Mycophenolate Mofetil (MMF)
Administration of oral pantoprazole 40 mg twice daily for 4 days and a single 1000 mg dose of MMF approximately one hour after the last dose of pantoprazole to 12 healthy subjects in a cross-over study resulted in a 57% reduction in the Cmax and 27% reduction in the AUC of MPA. Transplant patients receiving approximately 2000 mg per day of MMF (n=12) were compared to transplant patients receiving approximately the same dose of MMF and oral pantoprazole 40 mg per day (n=21). There was a 78% reduction in the Cmax and a 45% reduction in the AUC of MPA in patients receiving both pantoprazole and MMF [see Drug Interactions (7)].
Other Drugs
In vivo studies also suggest that pantoprazole does not significantly affect the kinetics of other drugs (cisapride, theophylline, diazepam [and its active metabolite, desmethyldiazepam], phenytoin, metoprolol, nifedipine, carbamazepine, midazolam, clarithromycin, diclofenac, naproxen, piroxicam and oral contraceptives [levonorgestrel/ethinyl estradiol]). In other in vivo studies, digoxin, ethanol, glyburide, antipyrine, caffeine, metronidazole, and amoxicillin had no clinically relevant interactions with pantoprazole.
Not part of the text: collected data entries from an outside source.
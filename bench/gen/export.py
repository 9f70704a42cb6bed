"""Export the benchmark models to ONNX with random (He-initialised) weights.

Usage: /usr/bin/python3 bench/gen/export.py OUTDIR
Needs Debian's python3-torch and python3-torchvision. Writes resnet18.onnx,
mobilenet_v2.onnx, mlp.onnx, transformer.onnx (all with a symbolic batch
dimension) and, per model, a fixed float32 input sample NAME.npy drawn from
a seeded generator: 1,000 items for the CNNs and the encoder (the sample
size of a real check), 8192 for the MLP, whose items take 0.2 ms each.
"""
import os
import sys

import numpy as np
import torch
import torch.nn as nn
import torchvision

SAMPLES = {"resnet18": 1000, "mobilenet_v2": 1000, "mlp": 8192, "transformer": 1000}


class MLP(nn.Module):
    def __init__(self):
        super().__init__()
        dims = [784, 2048, 2048, 1024, 10]
        layers = []
        for i in range(4):
            layers.append(nn.Linear(dims[i], dims[i + 1]))
            if i < 3:
                layers.append(nn.ReLU())
        self.net = nn.Sequential(*layers)

    def forward(self, x):
        return self.net(x)


class Encoder(nn.Module):
    """Token embeddings in, 4 pre-norm-free post-LN encoder layers, mean-pooled logits."""

    def __init__(self, d=256, heads=4, ff=1024, layers=4, classes=10):
        super().__init__()
        layer = nn.TransformerEncoderLayer(d, heads, ff, dropout=0.0, activation="gelu", batch_first=True)
        self.enc = nn.TransformerEncoder(layer, layers, enable_nested_tensor=False)
        self.head = nn.Linear(d, classes)

    def forward(self, x):
        return self.head(self.enc(x).mean(dim=1))


def he_init(m):
    for mod in m.modules():
        if isinstance(mod, (nn.Conv2d, nn.Linear)):
            nn.init.kaiming_normal_(mod.weight, nonlinearity="relu")
            if mod.bias is not None:
                nn.init.zeros_(mod.bias)


def export(model, shape, name, out):
    torch.manual_seed(0)
    he_init(model)
    model.eval()
    g = torch.Generator().manual_seed(1)
    x = torch.randn(SAMPLES[name], *shape[1:], generator=g)
    path = os.path.join(out, name + ".onnx")
    # grad stays enabled: under no_grad the encoder takes a fused fast path
    # that has no ONNX export
    torch.onnx.export(model, x[: shape[0]], path, input_names=["input"], output_names=["output"],
                      dynamic_axes={"input": {0: "batch"}, "output": {0: "batch"}}, opset_version=17,
                      do_constant_folding=True)
    np.save(os.path.join(out, name + ".npy"), x.numpy().astype(np.float32))
    print("wrote", path)


def main():
    out = sys.argv[1]
    os.makedirs(out, exist_ok=True)
    torch.manual_seed(0)
    export(torchvision.models.resnet18(weights=None), (8, 3, 224, 224), "resnet18", out)
    export(torchvision.models.mobilenet_v2(weights=None), (8, 3, 224, 224), "mobilenet_v2", out)
    export(MLP(), (8, 784), "mlp", out)
    export(Encoder(), (8, 128, 256), "transformer", out)


if __name__ == "__main__":
    main()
Although no significant drug-drug interactions have been observed in clinical studies, the potential for significant drug-drug interactions with more than once daily dosing with high doses of pantoprazole has not been studied in poor metabolizers or individuals who are hepatically impaired.
Antacids
There was also no interaction with concomitantly administered antacids.
Adverse Reactions
Advise patients to report to their healthcare provider if they experience any signs or symptoms consistent with:
- Injection Site Reactions [see Warnings and Precautions (5.2)]
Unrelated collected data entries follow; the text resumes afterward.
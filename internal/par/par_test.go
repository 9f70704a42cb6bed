package par

import (
	"sync/atomic"
	"testing"
)

// Every part runs exactly once, whatever the count.
func TestDoRunsEachPartOnce(t *testing.T) {
	for _, w := range []int{0, 1, 2, 7} {
		var seen [8]atomic.Int32
		Do(w, func(i int) { seen[i].Add(1) })
		for i := range seen {
			want := int32(0)
			if i < max(w, 1) {
				want = 1
			}
			if got := seen[i].Load(); got != want {
				t.Fatalf("w=%d: part %d ran %d times, want %d", w, i, got, want)
			}
		}
	}
}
- Potential for Exacerbation of Zinc Deficiency [see Warnings and Precautions (5.3)]
- Acute Tubulointerstitial Nephritis [see Contraindications (4), Warnings and Precautions (5.4)]
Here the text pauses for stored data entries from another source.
// openFeed matches --data to the model's inputs, checking shapes and dtypes up front.
func openFeed(g *loader.Graph, o dataOptions) (*sampleFeed, error) {
	f := &sampleFeed{sources: map[string]loader.Source{}, total: -1}
	if o.batch < 0 {
		return nil, userErr("--batch must be positive, got %d", o.batch)
	}
	if len(g.Inputs) == 0 {
		return nil, userErr("the model has no inputs to feed")
	}
	for _, in := range g.Inputs {
		f.order = append(f.order, in.Name)
	}
	fail := func(err error) (*sampleFeed, error) {
		f.Close()
		return nil, err
	}
	if len(o.data) == 0 {
		f.synthetic = true
		n := o.samples
		if n <= 0 {
			n = 64
		}
		for i, in := range g.Inputs {
			if in.Shape == nil {
				return fail(userErr("input %q has no declared shape; synthetic input needs one: pass --data", in.Name))
			}
			if in.DType != tensor.Float32 {
				return fail(userErr("input %q is %v; synthetic Gaussian input only fits float inputs: pass --data", in.Name, in.DType))
			}
			shape := append([]int{}, in.Shape[1:]...)
			for j, d := range shape {
				if d < 0 {
					return fail(userErr("input %q has symbolic dimension %d (%s); synthetic input needs fixed sizes beyond the batch axis: pass --data", in.Name, j+1, probe.ShapeString(in)))
				}
			}
			src, err := loader.Synthetic(shape, n, o.seed+int64(i))
			if err != nil {
				return fail(userErr("input %q: %v", in.Name, err))
			}
			f.sources[in.Name] = src
		}
	} else {
		for _, spec := range o.data {
			name, path, named := strings.Cut(spec, "=")
			if !named {
				path, name = spec, ""
			}
			if _, err := os.Stat(path); err != nil {
				return fail(userErr("--data %q: %v", spec, err))
			}
			srcs, err := openData(g, name, path, o)
			if err != nil {
				return fail(inputErr{err})
			}
			for k, s := range srcs {
				if _, dup := f.sources[k]; dup {
					s.Close()
					return fail(userErr("input %q is given twice in --data", k))
				}
				f.sources[k] = s
			}
		}
		for name, s := range f.sources {
			vi, ok := inputInfo(g, name)
			if !ok {
				return fail(userErr("--data names %q, which is not an input of the model (inputs: %s)", name, strings.Join(f.order, ", ")))
			}
			if err := checkSource(vi, s); err != nil {
				return fail(inputErr{err})
			}
		}
		for _, in := range g.Inputs {
			if f.sources[in.Name] == nil {
				return fail(userErr("model input %q has no data: pass --data %s=PATH (the model's inputs: %s)", in.Name, in.Name, strings.Join(f.order, ", ")))
			}
		}
	}
	if err := f.chooseBatching(g, o.batch); err != nil {
		return fail(err)
	}
	// sample count: the smallest source, capped by --samples
	for _, s := range f.sources {
		if n := s.Len(); n >= 0 && (f.total < 0 || n < f.total) {
			f.total = n
		}
	}
	if o.samples > 0 && (f.total < 0 || o.samples < f.total) {
		f.total = o.samples
	}
	for name, s := range f.sources {
		if n := s.Len(); n >= 0 && f.total >= 0 && n != f.total && o.samples <= 0 {
			return fail(userErr("input %q has %d samples but another input has %d; pass the same number of samples for every input", name, n, f.total))
		}
	}
	// memory budget: one batch of every input, before anything is read
	for _, name := range f.order {
		s := f.sources[name]
		k := int(f.batch.Load())
		if f.total >= 0 {
			k = min(k, f.total)
		}
		per, err := tensor.NumElements(s.SampleShape())
		if err != nil {
			return fail(userErr("input %q: %v", name, err))
		}
		if err := tensor.CheckBytes(satMul(tensor.Bytes(s.DType(), per), int64(k)), func() string {
			return fmt.Sprintf("input %q: a batch of %d samples of shape %v (%v)", name, k, s.SampleShape(), s.DType())
		}); err != nil {
			return fail(inputErr{fmt.Errorf("%w; lower --batch", err)})
		}
	}
	if o.labels != "" {
		lt, err := loader.ReadNpy(o.labels)
		if err != nil {
			return fail(inputErr{err})
		}
		if lt.DType != tensor.Int64 && lt.DType != tensor.Int32 && lt.DType != tensor.Uint8 {
			return fail(userErr("--labels %q: want integer class ids, got %v", o.labels, lt.DType))
		}
		for _, v := range lt.Ints() {
			f.labels = append(f.labels, int64(v))
		}
		if f.total >= 0 && len(f.labels) < f.total {
			return fail(userErr("--labels %q has %d labels for %d samples", o.labels, len(f.labels), f.total))
		}
	}
	return f, nil
}

func inputInfo(g *loader.Graph, name string) (loader.ValueInfo, bool) {
	for _, in := range g.Inputs {
		if in.Name == name {
			return in, true
		}
	}
	return loader.ValueInfo{}, false
}

// openData opens one --data path for the named input ("" = the single input, or npz keys).
func openData(g *loader.Graph, name, path string, o dataOptions) (map[string]loader.Source, error) {
	fi, err := os.Stat(path)
	if err != nil {
		return nil, err
	}
	target := name
	if target == "" {
		if len(g.Inputs) == 1 {
			target = g.Inputs[0].Name
		}
	}
	if fi.IsDir() {
		if target == "" {
			return nil, fmt.Errorf("--data %q: a folder of images feeds one input; name it with INPUT=%s", path, path)
		}
		vi, _ := inputInfo(g, target)
		if len(vi.Shape) != 4 {
			return nil, fmt.Errorf("--data %q: input %q has shape %s; a folder of images needs a rank-4 image input", path, target, probe.ShapeString(vi))
		}
		opt := loader.ImageOptions{Layout: o.layout}
		c, h, w := vi.Shape[1], vi.Shape[2], vi.Shape[3]
		if o.layout == "nhwc" {
			h, w, c = vi.Shape[1], vi.Shape[2], vi.Shape[3]
		}
		if c <= 0 || h <= 0 || w <= 0 {
			return nil, fmt.Errorf("--data %q: input %q has symbolic image dimensions %s; cannot choose a resize target", path, target, probe.ShapeString(vi))
		}
		opt.Channels, opt.Height, opt.Width = c, h, w
		for _, v := range o.mean {
			opt.Mean = append(opt.Mean, float32(v))
		}
		for _, v := range o.std {
			opt.Std = append(opt.Std, float32(v))
		}
		s, err := loader.OpenImages(path, opt)
		if err != nil {
			return nil, err
		}
		return map[string]loader.Source{target: s}, nil
	}
	if strings.EqualFold(filepath.Ext(path), ".npz") && name == "" {
		m, err := loader.OpenNpz(path)
		if err != nil {
			return nil, err
		}
		if len(m) == 1 && target != "" {
			for _, s := range m {
				return map[string]loader.Source{target: s}, nil
			}
		}
		return m, nil
	}
	if target == "" {
		return nil, fmt.Errorf("--data %q: the model has %d inputs; pass one file per input as INPUT=PATH", path, len(g.Inputs))
	}
	s, err := loader.OpenFile(path)
	if err != nil {
		return nil, err
	}
	return map[string]loader.Source{target: s}, nil
}

// checkSource compares a source's per-sample shape and dtype with the model input.
func checkSource(vi loader.ValueInfo, s loader.Source) error {
	want := vi.DType
	if want == tensor.Float16 || want == tensor.BFloat16 {
		want = tensor.Float32
	}
	if vi.HasType && s.DType() != want {
		// float64 samples for a float32 input are converted; other mismatches are errors
		if !(want == tensor.Float32 && s.DType() == tensor.Float64) && !(want == tensor.Int64 && s.DType() == tensor.Int32) {
			return fmt.Errorf("input %q: model expects %v, %q holds %v", vi.Name, vi.DType, s.Name(), s.DType())
		}
	}
	if vi.Shape == nil {
		return nil
	}
	sample, dims := s.SampleShape(), vi.Shape
	switch {
	case noSampleAxis(vi, s): // one sample a run
	case len(dims) == len(sample)+1:
		dims = dims[1:]
	default:
		return fmt.Errorf("input %q: model expects shape %s, %q holds samples of shape %v (with the sample axis first: %v)", vi.Name, probe.ShapeString(vi), s.Name(), sample, append([]int{-1}, sample...))
	}
	for i, d := range dims {
		if d >= 0 && d != sample[i] {
			return fmt.Errorf("input %q: model expects shape %s, %q holds samples of shape %v", vi.Name, probe.ShapeString(vi), s.Name(), sample)
		}
	}
	return nil
}

// noSampleAxis reports whether a model input takes one sample as it is,
// without a sample axis: its rank is the sample's (detection models exported
// for one image take [3, H, W]).
func noSampleAxis(vi loader.ValueInfo, s loader.Source) bool {
	return s != nil && vi.Shape != nil && len(vi.Shape) == len(s.SampleShape())
}

// next returns the next batch (nil at the end) and its labels.
func (f *sampleFeed) next(g *loader.Graph) (map[string]*tensor.Tensor, []int64, error) {
	n := int(f.batch.Load())
	if len(f.replay) > len(f.sizes) {
		n = f.replay[len(f.sizes)]
	}
	if f.total >= 0 {
		n = min(n, f.total-f.done)
		if n <= 0 {
			return nil, nil, nil
		}
		if n < f.fixed {
			f.dropped = n
			return nil, nil, nil
		}
	}
	batch := map[string]*tensor.Tensor{}
	k := -1
	for _, name := range f.order {
		t, err := f.sources[name].Next(n)
		if errors.Is(err, io.EOF) {
			return nil, nil, nil
		}
		if err != nil {
			return nil, nil, inputErr{err}
		}
		t = convertFor(g, name, t)
		if k >= 0 && t.Shape[0] != k {
			return nil, nil, userErr("input %q ran out of samples at %d while others continue", name, f.done+t.Shape[0])
		}
		k = t.Shape[0]
		batch[name] = t
	}
	if k < f.fixed { // the end of a source of unknown length: only full batches fit
		f.dropped = k
		return nil, nil, nil
	}
	var labels []int64
	if f.labels != nil {
		if f.done+k > len(f.labels) {
			return nil, nil, userErr("--labels has %d labels, the sample has more", len(f.labels))
		}
		labels = f.labels[f.done : f.done+k]
	}
	f.done += k
	f.sizes = append(f.sizes, k)
	return batch, labels, nil
}

// runInputs is a batch as the plan takes it: without the sample axis when
// the model's inputs have none (a view of the same values).
func (f *sampleFeed) runInputs(batch map[string]*tensor.Tensor) map[string]*tensor.Tensor {
	if !f.unbatched {
		return batch
	}
	in := make(map[string]*tensor.Tensor, len(batch))
	for name, t := range batch {
		in[name] = t.Reshaped(t.Shape[1:])
	}
	return in
}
- Clostridium difficile-Associated Diarrhea [see Warnings and Precautions (5.5)]
- Bone Fracture [see Warnings and Precautions (5.6)]
- Severe Cutaneous Adverse Reactions [see Warnings and Precautions (5.7)]
- Cutaneous and Systemic Lupus Erythematosus [see Warnings and Precautions (5.8)]
- Hepatic Effects [see Warnings and Precautions (5.9)]
- Hypomagnesemia and Mineral Metabolism [see Warnings and Precautions (5.10)]
Drug Interactions
Instruct patients to inform their healthcare provider of any other medications they are currently taking, including rilpivirine-containing products [see Contraindications (4)] and high dose methotrexate [see Warnings and Precautions (5.14)].
Pregnancy
Advise a pregnant woman of the potential risk to a fetus. Advise females of reproductive potential to inform their healthcare provider of a known or suspected pregnancy [see Use in Specific Populations (8.1)].